Activity - When you reach the line containing "files of issue" in the data below, begin returning lines exactly as written, and stop once the line containing "from pyogrio.raw import read as read_layer" has been returned.

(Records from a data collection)
/---
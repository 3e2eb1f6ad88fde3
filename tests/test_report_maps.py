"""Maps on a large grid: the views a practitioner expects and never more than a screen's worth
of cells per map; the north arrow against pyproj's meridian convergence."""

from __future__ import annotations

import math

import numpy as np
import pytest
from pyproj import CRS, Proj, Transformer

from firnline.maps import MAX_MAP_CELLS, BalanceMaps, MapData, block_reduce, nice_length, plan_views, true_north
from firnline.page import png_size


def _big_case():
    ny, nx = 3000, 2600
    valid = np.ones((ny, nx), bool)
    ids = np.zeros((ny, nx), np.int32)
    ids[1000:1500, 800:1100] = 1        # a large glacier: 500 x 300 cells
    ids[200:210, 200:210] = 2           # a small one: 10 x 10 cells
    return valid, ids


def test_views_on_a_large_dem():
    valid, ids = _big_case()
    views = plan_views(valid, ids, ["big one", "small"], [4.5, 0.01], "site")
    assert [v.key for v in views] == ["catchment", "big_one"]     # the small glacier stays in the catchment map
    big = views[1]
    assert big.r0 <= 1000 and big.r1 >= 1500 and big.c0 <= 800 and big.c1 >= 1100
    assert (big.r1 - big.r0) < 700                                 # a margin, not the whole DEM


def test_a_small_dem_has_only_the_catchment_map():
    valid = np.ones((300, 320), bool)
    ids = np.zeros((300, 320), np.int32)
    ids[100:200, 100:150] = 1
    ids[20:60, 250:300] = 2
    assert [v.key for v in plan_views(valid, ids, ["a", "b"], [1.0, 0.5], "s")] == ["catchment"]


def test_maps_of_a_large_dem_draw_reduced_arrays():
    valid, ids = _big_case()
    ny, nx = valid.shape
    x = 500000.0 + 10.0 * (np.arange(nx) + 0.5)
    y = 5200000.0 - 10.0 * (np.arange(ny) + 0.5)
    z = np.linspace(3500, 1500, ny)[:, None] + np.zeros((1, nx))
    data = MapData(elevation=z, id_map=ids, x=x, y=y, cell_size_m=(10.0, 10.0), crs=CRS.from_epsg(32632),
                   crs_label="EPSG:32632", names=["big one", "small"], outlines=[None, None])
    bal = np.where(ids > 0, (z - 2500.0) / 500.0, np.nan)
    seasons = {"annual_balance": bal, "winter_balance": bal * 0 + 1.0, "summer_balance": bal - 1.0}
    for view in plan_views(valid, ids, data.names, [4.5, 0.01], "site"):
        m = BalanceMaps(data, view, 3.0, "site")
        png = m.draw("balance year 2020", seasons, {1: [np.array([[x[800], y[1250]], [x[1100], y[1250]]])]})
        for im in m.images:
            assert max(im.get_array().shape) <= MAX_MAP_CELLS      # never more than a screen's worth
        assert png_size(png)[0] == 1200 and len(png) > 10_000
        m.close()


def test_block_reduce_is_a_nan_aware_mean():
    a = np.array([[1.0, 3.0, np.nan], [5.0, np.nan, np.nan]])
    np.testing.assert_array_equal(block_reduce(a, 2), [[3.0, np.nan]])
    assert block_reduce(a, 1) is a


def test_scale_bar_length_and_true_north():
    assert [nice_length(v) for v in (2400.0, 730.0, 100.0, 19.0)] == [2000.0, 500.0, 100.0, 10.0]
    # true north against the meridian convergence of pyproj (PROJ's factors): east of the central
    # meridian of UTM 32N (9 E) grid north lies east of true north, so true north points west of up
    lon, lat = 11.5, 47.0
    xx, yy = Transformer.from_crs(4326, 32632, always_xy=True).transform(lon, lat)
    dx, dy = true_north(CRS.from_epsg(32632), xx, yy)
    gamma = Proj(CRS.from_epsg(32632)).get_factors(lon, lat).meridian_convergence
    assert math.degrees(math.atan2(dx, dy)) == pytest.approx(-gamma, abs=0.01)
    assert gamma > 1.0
\---
/---
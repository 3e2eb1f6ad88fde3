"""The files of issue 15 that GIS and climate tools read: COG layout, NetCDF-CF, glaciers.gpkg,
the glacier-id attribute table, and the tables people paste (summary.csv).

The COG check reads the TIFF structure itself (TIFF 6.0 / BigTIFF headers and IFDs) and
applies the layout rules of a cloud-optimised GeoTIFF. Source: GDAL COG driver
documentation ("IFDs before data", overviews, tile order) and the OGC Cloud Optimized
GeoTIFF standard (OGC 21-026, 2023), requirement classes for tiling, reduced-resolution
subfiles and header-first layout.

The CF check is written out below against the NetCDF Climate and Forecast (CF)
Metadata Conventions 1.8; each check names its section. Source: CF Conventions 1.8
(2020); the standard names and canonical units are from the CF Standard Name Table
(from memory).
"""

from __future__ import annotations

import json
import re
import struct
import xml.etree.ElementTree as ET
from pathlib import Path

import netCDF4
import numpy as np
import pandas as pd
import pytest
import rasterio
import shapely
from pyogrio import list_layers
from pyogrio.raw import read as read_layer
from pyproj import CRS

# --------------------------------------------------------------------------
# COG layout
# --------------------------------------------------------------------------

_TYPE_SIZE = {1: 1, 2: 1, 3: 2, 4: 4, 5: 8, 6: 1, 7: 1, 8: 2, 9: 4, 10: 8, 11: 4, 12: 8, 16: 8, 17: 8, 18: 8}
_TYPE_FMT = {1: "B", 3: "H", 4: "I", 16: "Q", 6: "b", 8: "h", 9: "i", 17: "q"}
\---
Result of this exercise -
"""The files of issue 15 that GIS and climate tools read: COG layout, NetCDF-CF, glaciers.gpkg,
the glacier-id attribute table, and the tables people paste (summary.csv).

The COG check reads the TIFF structure itself (TIFF 6.0 / BigTIFF headers and IFDs) and
applies the layout rules of a cloud-optimised GeoTIFF. Source: GDAL COG driver
documentation ("IFDs before data", overviews, tile order) and the OGC Cloud Optimized
GeoTIFF standard (OGC 21-026, 2023), requirement classes for tiling, reduced-resolution
subfiles and header-first layout.

The CF check is written out below against the NetCDF Climate and Forecast (CF)
Metadata Conventions 1.8; each check names its section. Source: CF Conventions 1.8
(2020); the standard names and canonical units are from the CF Standard Name Table
(from memory).
"""

from __future__ import annotations

import json
import re
import struct
import xml.etree.ElementTree as ET
from pathlib import Path

import netCDF4
import numpy as np
import pandas as pd
import pytest
import rasterio
import shapely
from pyogrio import list_layers
from pyogrio.raw import read as read_layer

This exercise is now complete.